Forward Kinematics of an \(N\)-R Planar Robot

The forward kinematics of a planar robot with \(N\) revolute joints can be expressed in a compact and generalized form. Each link contributes to the end-effector position based on the cumulative joint angles up to that link:

\[\begin{aligned} x_E &= \sum_{i=1}^{N} l_i \cos\left( \sum_{j=1}^{i} \chi_j \right), \\ y_E &= \sum_{i=1}^{N} l_i \sin\left( \sum_{j=1}^{i} \chi_j \right). \end{aligned}\]

This formulation accounts for the sequential rotation of each joint and the cumulative nature of the angles in planar serial chains.

Summary

In this post, we explored the kinematics of planar robots with 2 and 3 revolute joints.

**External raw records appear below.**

// View draws the window.
func (m Model) View() string {
	if m.quitting {
		return ""
	}
	c := m.c
	w, h := c.width, c.height
	st := c.styles
	if w < minWidth || h < minHeight {
		msg := fmt.Sprintf("window too small: %d×%d; labmatch needs at least %d×%d", w, h, minWidth, minHeight)
		return frame(strings.Join(wrap(msg, w, ""), "\n"), w, h)
	}
	header := m.headerLine()
	tabs := m.tabsLine()
	bodyH := h - 4
	var body string
	switch {
	case m.showHelp:
		body = m.helpView(w, bodyH)
	case c.s.loading:
		body = st.Dim.Render("reading " + c.s.src + " …")
	case c.s.loadErr != nil:
		body = loadErrorView(c, w, bodyH)
	default:
		switch m.active {
		case screenReport:
			body = m.report.view(c, w, bodyH)
		case screenFamilies:
			body = m.families.view(c, w, bodyH)
		case screenMatch:
			body = m.match.view(c, w, bodyH)
		case screenTables:
			body = m.tables.view(c, w, bodyH)
		}
	}
	status, helpLine := m.statusLine(), m.shortHelp()
	if m.prompt.active() {
		status, helpLine = m.prompt.view(w, st), m.help.ShortHelpView(m.prompt.keysHelp().ShortHelp())
	}
	return frame(strings.Join([]string{header, tabs, frame(body, w, bodyH), status, helpLine}, "\n"), w, h)
}

func (m Model) headerLine() string {
	c, st := m.c, m.c.styles
	tool := st.Title.Render("labmatch")
	r := c.s.report
	if r == nil {
		return cell(tool+st.Dim.Render(" · ")+c.s.src, c.width)
	}
	name := r.Fluid.Sample
	if name == "" {
		name = c.s.src
	}
	ft := ""
	if c.s.info.fluid != lab.UnknownFluid {
		ft = c.s.info.fluid.String()
		if c.s.info.fluid != lab.BlackOil {
			ft = st.Warn.Render(ft)
		}
	}
	facts := []string{fmt.Sprintf("%s °F", num(r.Fluid.Temperature, 0)), fmt.Sprintf("Pb %s psia", num(r.Fluid.Pb, 0))}
	join := func(ps ...string) string {
		var keep []string
		for _, p := range ps {
			if p != "" {
				keep = append(keep, p)
			}
		}
		return strings.Join(keep, st.Dim.Render(" · "))
	}
	// Drop the tool's name, then the fluid type, when the window is narrow.
	line := join(append([]string{tool, st.Bold.Render(name), ft}, facts...)...)
	if lipgloss.Width(line) > c.width {
		line = join(append([]string{st.Bold.Render(name), ft}, facts...)...)
	}
	if lipgloss.Width(line) > c.width && c.s.info.fluid == lab.BlackOil {
		line = join(append([]string{st.Bold.Render(name)}, facts...)...)
	}
	return cell(line, c.width)
}
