package correlations

import "math"

// Input checks shared by the oil correlations. They return nil on the hot path and build a
// formatted error only when an input is unusable.

// rankine is the offset from °F to °R (RankineOffset, 459.67), used everywhere a paper works in
// absolute temperature, also where the paper itself writes T + 460 (Vasquez–Beggs,
// Kartoatmodjo–Schmidt): one constant throughout, a difference of 0.07 % in T.
const rankine = RankineOffset

// Default first-stage separator conditions, used when Oil leaves them at zero: 100 psig
// (114.7 psia), the reference pressure of Vasquez and Beggs (1980), and 60 °F.
const (
	defaultSepPressure    = 114.7 // psia
	defaultSepTemperature = 60.0  // °F
)

func isFinite(v float64) bool { return !math.IsNaN(v) && !math.IsInf(v, 0) }

// checkOil validates the fluid description common to every oil correlation.
func checkOil(o Oil) error {
	switch {
	case !(o.API > 0) || math.IsInf(o.API, 0):
		return inputError("API", o.API, "a finite value > 0")
	case !(o.GasGravity > 0) || math.IsInf(o.GasGravity, 0):
		return inputError("gas gravity", o.GasGravity, "a finite value > 0")
	case !(o.Temperature > -rankine) || math.IsInf(o.Temperature, 0):
		return inputError("temperature", o.Temperature, "a finite value above -459.67 °F")
	case !(o.SepPressure >= 0) || math.IsInf(o.SepPressure, 0):
		return inputError("separator pressure", o.SepPressure, "0 (unknown) or a finite value > 0")
	case !(o.SepTemperature > -rankine) || math.IsInf(o.SepTemperature, 0):
		return inputError("separator temperature", o.SepTemperature, "0 (unknown) or a finite value above -459.67 °F")
	}
	return nil
}

// checkOilPositiveT is checkOil for correlations that raise the Fahrenheit temperature to a
// power or take its logarithm, which needs T > 0 °F.
func checkOilPositiveT(o Oil) error {
	if err := checkOil(o); err != nil {
		return err
	}
	if !(o.Temperature > 0) {
		return inputError("temperature", o.Temperature, "> 0 °F for this correlation")
	}
	return nil
}

func checkGOR(name string, rs float64) error {
	if !(rs >= 0) || math.IsInf(rs, 0) {
		return inputError(name, rs, "a finite value ≥ 0 scf/STB")
	}
	return nil
}

// sepConditions returns the first-stage separator pressure (psia) and temperature (°F), with
// the defaults for unknown (zero) values.
func sepConditions(o Oil) (psep, tsep float64) {
	psep, tsep = o.SepPressure, o.SepTemperature
	if psep == 0 {
		psep = defaultSepPressure
	}
	if tsep == 0 {
		tsep = defaultSepTemperature
	}
	return psep, tsep
}

// pow returns x^y for x ≥ 0 as exp(y·ln x): faster than math.Pow, which spends most of its
// time on special cases the correlations never meet, and accurate to a few ulps for the
// exponents used here. pow(0, y) is 0 for y > 0 and +Inf for y < 0, as for math.Pow.
func pow(x, y float64) float64 { return math.Exp(y * math.Log(x)) }

// pow10 returns 10^x.
func pow10(x float64) float64 { return math.Exp(x * math.Ln10) }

• Kinematics describes how a robot moves without reference to forces. We examined both Forward Kinematics (FK) and Inverse Kinematics (IK).
• For the 2R planar robot, we derived analytical expressions for both FK and IK. The IK problem yields two feasible configurations: elbow-up and elbow-down.
• For the 3R planar robot, we introduced redundancy. The robot has three degrees of freedom in a 2D space, allowing it to reach the same point with infinite combinations of joint angles. By choosing a desired orientation of the end-effector, we reduce the problem to a 2R IK problem for the wrist position.
• This approach is commonly used in practice and can be extended to optimize for secondary objectives such as minimizing joint displacement or avoiding obstacles.

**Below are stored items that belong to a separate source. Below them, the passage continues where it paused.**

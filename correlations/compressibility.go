package correlations

import (
	"fmt"
	"math"
)

// Spivey, Valkó and McCain (2007): J.P. Spivey, P.P. Valkó and W.D. McCain, "Applications of the
// Coefficient of Isothermal Compressibility to Various Reservoir Situations With New
// Correlations for Each Situation", SPE Reservoir Evaluation & Engineering 10 (1) (Feb. 2007)
// 43–49, SPE 96415. The undersaturated correlation gives the cumulative (average)
// compressibility c̄o from pb to p, so that Bo(p) = Bob·exp[−c̄o·(p − pb)]:
//
//	ln(c̄o·1e6) = 2.434 + 0.475·Z + 0.048·Z²,  Z = Σ Zn,  Zn = C0n + C1n·Vn + C2n·Vn²,
//
// V = ln API, ln γg, ln pb, ln(p/pb), ln Rsb, ln T (T °F, pressures psia). Data ranges are
// approximate (from memory).

var svmC = [6][3]float64{
	{3.011, -2.6254, 0.497},  // ln API
	{-0.0835, -0.259, 0.382}, // ln γg
	{3.51, -0.0289, -0.0584}, // ln pb
	{0.327, -0.608, 0.0911},  // ln(p/pb)
	{-1.918, -0.642, 0.154},  // ln Rsb
	{2.52, -2.73, 0.429},     // ln T
}

func svmTerm(c *[3]float64, v float64) float64 { return c[0] + v*(c[1]+v*c[2]) }

// svmAverage returns c̄o (1/psi) and dc̄o/dp (1/psi²) at p ≥ pb.
func svmAverage(p, pb, rsb float64, o Oil) (cbar, dcbar float64) {
	l := math.Log(p / pb)
	z := svmTerm(&svmC[0], math.Log(o.API)) + svmTerm(&svmC[1], math.Log(o.separatorGasGravity())) +
		svmTerm(&svmC[2], math.Log(pb)) + svmTerm(&svmC[3], l) +
		svmTerm(&svmC[4], math.Log(rsb)) + svmTerm(&svmC[5], math.Log(o.Temperature))
	cbar = 1e-6 * math.Exp(2.434+0.475*z+0.048*z*z)
	dzdp := (svmC[3][1] + 2*svmC[3][2]*l) / p
	return cbar, cbar * (0.475 + 0.096*z) * dzdp
}

func checkSVM(p, pb, rsb float64, o Oil) error {
	if err := checkOilPositiveT(o); err != nil {
		return err
	}
	if err := checkUndersaturated(p, pb, rsb); err != nil {
		return err
	}
	if rsb == 0 {
		return inputError("Rsb", rsb, "> 0 for the Spivey–Valkó–McCain logarithmic form")
	}
	return nil
}

// SpiveyAverageCo returns the cumulative (average) undersaturated compressibility c̄o (1/psi)
// from pb to p ≥ pb, Spivey, Valkó and McCain (2007), the published quantity.
func SpiveyAverageCo(p, pb, rsb float64, o Oil) (float64, error) {
	if err := checkSVM(p, pb, rsb, o); err != nil {
		return 0, err
	}
	c, _ := svmAverage(p, pb, rsb, o)
	return finite(c)
}

// SpiveyCo returns the instantaneous compressibility (1/psi) at p ≥ pb derived from the
// cumulative correlation: co = −d ln Bo/dp = c̄o + (p − pb)·dc̄o/dp.
func SpiveyCo(p, pb, rsb float64, o Oil) (float64, error) {
	if err := checkSVM(p, pb, rsb, o); err != nil {
		return 0, err
	}
	c, dc := svmAverage(p, pb, rsb, o)
	return finite(c + (p-pb)*dc)
}

// SpiveyRelativeVolume returns Bo(p)/Bo(pb) = exp[−c̄o·(p − pb)] for p ≥ pb.
func SpiveyRelativeVolume(p, pb, rsb float64, o Oil) (float64, error) {
	if err := checkSVM(p, pb, rsb, o); err != nil {
		return 0, err
	}
	c, _ := svmAverage(p, pb, rsb, o)
	return finite(math.Exp(-c * (p - pb)))
}

// McCain, Rollins and Villena (1988): W.D. McCain Jr., J.B. Rollins and A.J. Villena Lanzi,
// "The Coefficient of Isothermal Compressibility of Black Oils at Pressures Below the
// Bubblepoint", SPE Formation Evaluation 3 (Sept. 1988) 659–662, SPE 15664. Data: p 500–5,300
// psia, Pb 763–5,300 psia, T 78–330 °F, 18–52 °API, γg 0.58–1.20, Rsb 15–1,947 scf/STB
// (from memory).

// McCainRollinsVillenaCo returns the oil compressibility (1/psi) below the bubble point
// (p ≤ pb), including the gas coming out of solution, McCain, Rollins and Villena (1988):
//
//	ln co = −7.573 − 1.450·ln p − 0.383·ln pb + 1.402·ln T + 0.256·ln API + 0.449·ln Rsb,
//
// T °R, pressures psia. p above pb is refused.
func McCainRollinsVillenaCo(p, pb, rsb float64, o Oil) (float64, error) {
	if err := checkOil(o); err != nil {
		return 0, err
	}
	if err := checkPressure("p", p); err != nil {
		return 0, err
	}
	if err := checkPressure("Pb", pb); err != nil {
		return 0, err
	}
	if err := checkGOR("Rsb", rsb); err != nil {
		return 0, err
	}
	if rsb == 0 {
		return 0, inputError("Rsb", rsb, "> 0 for the McCain–Rollins–Villena logarithmic form")
	}
	if p > pb {
		return 0, inputError("p", p, fmt.Sprintf("≤ Pb = %g psia (McCain–Rollins–Villena is for saturated oil)", pb))
	}
	lnCo := -7.573 - 1.450*math.Log(p) - 0.383*math.Log(pb) + 1.402*math.Log(o.Temperature+rankine) +
		0.256*math.Log(o.API) + 0.449*math.Log(rsb)
	return finite(math.Exp(lnCo))
}

// McCainRollinsVillenaRelativeVolume always returns an ErrInput error: the correlation is for
// p ≤ pb, where the oil volume also changes by the gas leaving solution, so it does not define
// the undersaturated ratio Bo(p)/Bo(pb). It exists so that the family fills every field of
// CompressibilityFamily.
func McCainRollinsVillenaRelativeVolume(p, pb, rsb float64, o Oil) (float64, error) {
	return 0, fmt.Errorf("%w: mccain-rollins-villena gives co below the bubble point (p ≤ Pb); it defines no relative volume above Pb", ErrInput)
}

This study provides a solid foundation for understanding kinematic modeling of planar manipulators. In future sections, we will generalize these methods using techniques such as Denavit–Hartenberg parameters (DH) and the Product of Exponentials (PoE) formulation for more complex spatial mechanisms.